Entries provided:
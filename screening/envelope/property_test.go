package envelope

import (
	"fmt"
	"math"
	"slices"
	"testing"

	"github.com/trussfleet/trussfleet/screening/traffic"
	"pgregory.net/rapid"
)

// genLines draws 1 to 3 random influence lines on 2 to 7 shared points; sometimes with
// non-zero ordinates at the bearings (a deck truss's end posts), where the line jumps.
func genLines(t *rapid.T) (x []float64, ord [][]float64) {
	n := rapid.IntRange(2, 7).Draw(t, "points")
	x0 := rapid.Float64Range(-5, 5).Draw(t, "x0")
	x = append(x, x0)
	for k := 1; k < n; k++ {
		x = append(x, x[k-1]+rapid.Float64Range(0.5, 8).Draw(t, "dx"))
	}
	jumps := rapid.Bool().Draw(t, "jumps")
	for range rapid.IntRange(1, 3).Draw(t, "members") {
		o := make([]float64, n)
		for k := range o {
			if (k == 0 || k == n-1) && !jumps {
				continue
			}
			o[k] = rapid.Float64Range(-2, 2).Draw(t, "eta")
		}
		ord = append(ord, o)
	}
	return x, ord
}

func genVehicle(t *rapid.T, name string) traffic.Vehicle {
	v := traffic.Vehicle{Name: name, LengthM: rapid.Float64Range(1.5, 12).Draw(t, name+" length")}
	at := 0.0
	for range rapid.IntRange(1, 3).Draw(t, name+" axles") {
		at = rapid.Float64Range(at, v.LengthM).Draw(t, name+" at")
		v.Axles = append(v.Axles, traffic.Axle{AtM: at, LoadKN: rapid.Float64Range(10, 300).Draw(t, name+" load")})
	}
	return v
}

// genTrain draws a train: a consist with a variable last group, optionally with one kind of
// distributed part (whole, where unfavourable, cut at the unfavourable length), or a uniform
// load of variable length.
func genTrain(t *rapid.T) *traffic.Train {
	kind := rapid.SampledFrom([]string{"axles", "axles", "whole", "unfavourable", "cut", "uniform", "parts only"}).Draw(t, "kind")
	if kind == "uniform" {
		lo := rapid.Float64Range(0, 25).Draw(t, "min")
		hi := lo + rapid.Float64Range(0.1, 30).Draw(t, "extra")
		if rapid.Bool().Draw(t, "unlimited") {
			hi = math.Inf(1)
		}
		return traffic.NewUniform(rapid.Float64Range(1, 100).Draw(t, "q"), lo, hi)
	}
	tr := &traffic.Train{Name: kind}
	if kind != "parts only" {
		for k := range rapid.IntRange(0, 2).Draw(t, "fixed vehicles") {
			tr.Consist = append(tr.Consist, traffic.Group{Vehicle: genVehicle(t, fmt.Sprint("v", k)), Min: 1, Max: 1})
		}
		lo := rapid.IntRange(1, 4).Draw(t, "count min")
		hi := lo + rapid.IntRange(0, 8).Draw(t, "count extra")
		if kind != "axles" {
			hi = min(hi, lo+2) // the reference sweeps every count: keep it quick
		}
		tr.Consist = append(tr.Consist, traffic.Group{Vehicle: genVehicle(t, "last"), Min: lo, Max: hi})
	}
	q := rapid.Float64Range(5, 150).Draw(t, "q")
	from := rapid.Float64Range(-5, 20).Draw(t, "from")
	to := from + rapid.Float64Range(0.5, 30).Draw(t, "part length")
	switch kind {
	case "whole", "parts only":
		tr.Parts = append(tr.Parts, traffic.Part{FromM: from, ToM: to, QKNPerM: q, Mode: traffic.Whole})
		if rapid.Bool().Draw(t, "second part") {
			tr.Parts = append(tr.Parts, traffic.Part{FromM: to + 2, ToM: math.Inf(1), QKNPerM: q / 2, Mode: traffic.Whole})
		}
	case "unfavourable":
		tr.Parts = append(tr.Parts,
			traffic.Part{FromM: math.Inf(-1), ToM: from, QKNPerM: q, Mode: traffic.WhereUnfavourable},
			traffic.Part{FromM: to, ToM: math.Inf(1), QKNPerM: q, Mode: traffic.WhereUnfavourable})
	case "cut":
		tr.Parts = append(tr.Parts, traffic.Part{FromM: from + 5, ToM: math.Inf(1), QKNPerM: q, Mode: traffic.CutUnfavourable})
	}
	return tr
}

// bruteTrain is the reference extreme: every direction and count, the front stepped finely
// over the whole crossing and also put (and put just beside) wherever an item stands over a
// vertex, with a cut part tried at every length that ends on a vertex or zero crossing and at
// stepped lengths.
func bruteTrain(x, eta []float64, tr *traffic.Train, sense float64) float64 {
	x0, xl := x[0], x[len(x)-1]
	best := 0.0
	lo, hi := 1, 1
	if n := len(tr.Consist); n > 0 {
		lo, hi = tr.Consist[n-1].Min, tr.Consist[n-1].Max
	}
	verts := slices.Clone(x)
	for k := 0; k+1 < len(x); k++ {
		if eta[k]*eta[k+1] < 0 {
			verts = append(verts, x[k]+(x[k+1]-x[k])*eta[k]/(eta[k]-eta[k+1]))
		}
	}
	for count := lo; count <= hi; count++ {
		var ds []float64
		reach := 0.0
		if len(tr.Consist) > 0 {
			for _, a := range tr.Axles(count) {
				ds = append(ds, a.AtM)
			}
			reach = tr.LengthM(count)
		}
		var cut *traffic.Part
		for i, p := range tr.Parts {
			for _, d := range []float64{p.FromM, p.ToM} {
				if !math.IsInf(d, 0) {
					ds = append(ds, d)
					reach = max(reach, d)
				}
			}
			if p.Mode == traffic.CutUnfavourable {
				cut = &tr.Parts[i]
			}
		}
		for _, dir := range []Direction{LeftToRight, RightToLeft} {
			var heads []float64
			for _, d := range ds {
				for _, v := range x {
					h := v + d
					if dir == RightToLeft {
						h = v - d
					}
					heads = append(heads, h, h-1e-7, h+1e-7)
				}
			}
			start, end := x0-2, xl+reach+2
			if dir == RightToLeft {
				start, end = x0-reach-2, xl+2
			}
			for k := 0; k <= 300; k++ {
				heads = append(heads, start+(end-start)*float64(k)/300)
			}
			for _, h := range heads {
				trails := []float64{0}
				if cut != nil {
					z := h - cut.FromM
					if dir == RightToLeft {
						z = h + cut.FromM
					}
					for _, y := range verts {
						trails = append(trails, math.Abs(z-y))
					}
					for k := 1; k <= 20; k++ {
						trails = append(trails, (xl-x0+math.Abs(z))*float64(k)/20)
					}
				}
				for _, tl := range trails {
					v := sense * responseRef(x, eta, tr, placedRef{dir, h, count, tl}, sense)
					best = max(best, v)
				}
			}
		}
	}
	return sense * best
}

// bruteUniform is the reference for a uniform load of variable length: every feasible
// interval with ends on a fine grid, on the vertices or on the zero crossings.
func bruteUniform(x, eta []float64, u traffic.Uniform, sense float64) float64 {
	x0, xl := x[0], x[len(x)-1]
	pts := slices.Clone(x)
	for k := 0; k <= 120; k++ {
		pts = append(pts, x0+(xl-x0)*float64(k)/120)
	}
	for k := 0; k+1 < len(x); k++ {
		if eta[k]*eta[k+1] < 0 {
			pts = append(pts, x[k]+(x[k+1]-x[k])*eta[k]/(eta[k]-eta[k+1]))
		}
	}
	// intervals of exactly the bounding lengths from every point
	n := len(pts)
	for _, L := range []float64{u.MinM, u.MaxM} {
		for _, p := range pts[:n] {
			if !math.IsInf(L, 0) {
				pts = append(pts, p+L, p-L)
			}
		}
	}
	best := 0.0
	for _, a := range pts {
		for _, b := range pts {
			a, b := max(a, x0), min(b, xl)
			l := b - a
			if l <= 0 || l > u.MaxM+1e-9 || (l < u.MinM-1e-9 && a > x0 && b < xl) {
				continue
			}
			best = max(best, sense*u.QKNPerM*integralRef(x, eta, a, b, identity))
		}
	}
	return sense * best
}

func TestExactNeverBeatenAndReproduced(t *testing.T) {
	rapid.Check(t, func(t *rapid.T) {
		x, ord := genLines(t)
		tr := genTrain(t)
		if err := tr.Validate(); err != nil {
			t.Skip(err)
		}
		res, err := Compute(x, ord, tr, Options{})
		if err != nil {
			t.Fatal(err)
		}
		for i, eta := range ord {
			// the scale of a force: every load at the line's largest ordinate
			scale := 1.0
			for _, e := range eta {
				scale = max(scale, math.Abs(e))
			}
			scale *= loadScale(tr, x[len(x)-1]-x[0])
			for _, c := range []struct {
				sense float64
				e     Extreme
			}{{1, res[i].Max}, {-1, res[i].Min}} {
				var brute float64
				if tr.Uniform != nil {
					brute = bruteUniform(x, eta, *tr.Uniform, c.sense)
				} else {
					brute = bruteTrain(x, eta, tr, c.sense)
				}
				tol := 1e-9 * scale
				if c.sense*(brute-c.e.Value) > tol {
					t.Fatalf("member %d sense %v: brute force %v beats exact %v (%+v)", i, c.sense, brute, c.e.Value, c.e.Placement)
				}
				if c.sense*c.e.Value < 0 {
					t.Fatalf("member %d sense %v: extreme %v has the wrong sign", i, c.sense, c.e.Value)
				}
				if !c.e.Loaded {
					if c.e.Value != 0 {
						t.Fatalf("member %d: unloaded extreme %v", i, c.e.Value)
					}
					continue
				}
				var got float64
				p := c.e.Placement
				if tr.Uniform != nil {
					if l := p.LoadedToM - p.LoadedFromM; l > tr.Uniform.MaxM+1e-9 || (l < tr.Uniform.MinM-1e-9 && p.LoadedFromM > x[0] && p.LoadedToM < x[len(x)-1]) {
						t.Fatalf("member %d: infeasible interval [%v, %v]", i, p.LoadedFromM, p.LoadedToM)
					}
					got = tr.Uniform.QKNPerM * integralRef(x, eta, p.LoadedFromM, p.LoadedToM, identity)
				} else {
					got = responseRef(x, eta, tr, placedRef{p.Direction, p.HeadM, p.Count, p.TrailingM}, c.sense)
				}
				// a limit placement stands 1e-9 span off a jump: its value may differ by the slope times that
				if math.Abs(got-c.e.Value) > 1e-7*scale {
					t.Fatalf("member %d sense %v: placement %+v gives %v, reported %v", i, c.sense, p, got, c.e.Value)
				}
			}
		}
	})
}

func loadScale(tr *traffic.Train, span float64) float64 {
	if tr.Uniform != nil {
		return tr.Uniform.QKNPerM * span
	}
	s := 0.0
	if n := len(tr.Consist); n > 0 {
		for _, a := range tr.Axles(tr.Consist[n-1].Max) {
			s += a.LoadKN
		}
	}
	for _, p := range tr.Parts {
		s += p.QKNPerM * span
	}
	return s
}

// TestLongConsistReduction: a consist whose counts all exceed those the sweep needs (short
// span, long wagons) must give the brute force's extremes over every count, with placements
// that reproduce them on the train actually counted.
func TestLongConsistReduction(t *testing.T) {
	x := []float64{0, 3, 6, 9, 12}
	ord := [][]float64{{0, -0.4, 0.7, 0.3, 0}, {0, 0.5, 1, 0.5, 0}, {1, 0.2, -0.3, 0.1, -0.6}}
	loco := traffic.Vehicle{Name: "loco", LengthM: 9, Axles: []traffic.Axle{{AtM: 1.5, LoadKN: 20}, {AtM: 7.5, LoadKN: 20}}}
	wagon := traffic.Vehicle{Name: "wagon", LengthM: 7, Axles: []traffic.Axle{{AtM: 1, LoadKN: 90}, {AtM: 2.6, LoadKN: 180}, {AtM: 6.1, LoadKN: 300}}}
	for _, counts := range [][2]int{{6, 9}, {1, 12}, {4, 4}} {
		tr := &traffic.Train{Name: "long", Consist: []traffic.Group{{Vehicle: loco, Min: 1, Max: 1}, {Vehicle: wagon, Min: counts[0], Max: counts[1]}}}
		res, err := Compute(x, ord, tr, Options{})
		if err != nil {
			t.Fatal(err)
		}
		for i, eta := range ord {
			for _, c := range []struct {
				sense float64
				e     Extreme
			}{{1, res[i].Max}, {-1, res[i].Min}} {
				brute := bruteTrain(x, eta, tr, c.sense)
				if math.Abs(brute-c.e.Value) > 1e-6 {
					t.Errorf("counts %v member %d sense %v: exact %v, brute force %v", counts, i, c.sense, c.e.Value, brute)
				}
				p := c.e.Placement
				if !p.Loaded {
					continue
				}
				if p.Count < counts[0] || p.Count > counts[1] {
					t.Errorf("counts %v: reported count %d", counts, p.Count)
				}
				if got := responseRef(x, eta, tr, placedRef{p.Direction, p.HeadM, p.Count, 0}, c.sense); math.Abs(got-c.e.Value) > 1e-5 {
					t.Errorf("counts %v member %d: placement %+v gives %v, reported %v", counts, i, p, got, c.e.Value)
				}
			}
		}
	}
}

Directions:
State the number of lines above that contain "only". Write nothing besides it.

Task result:
3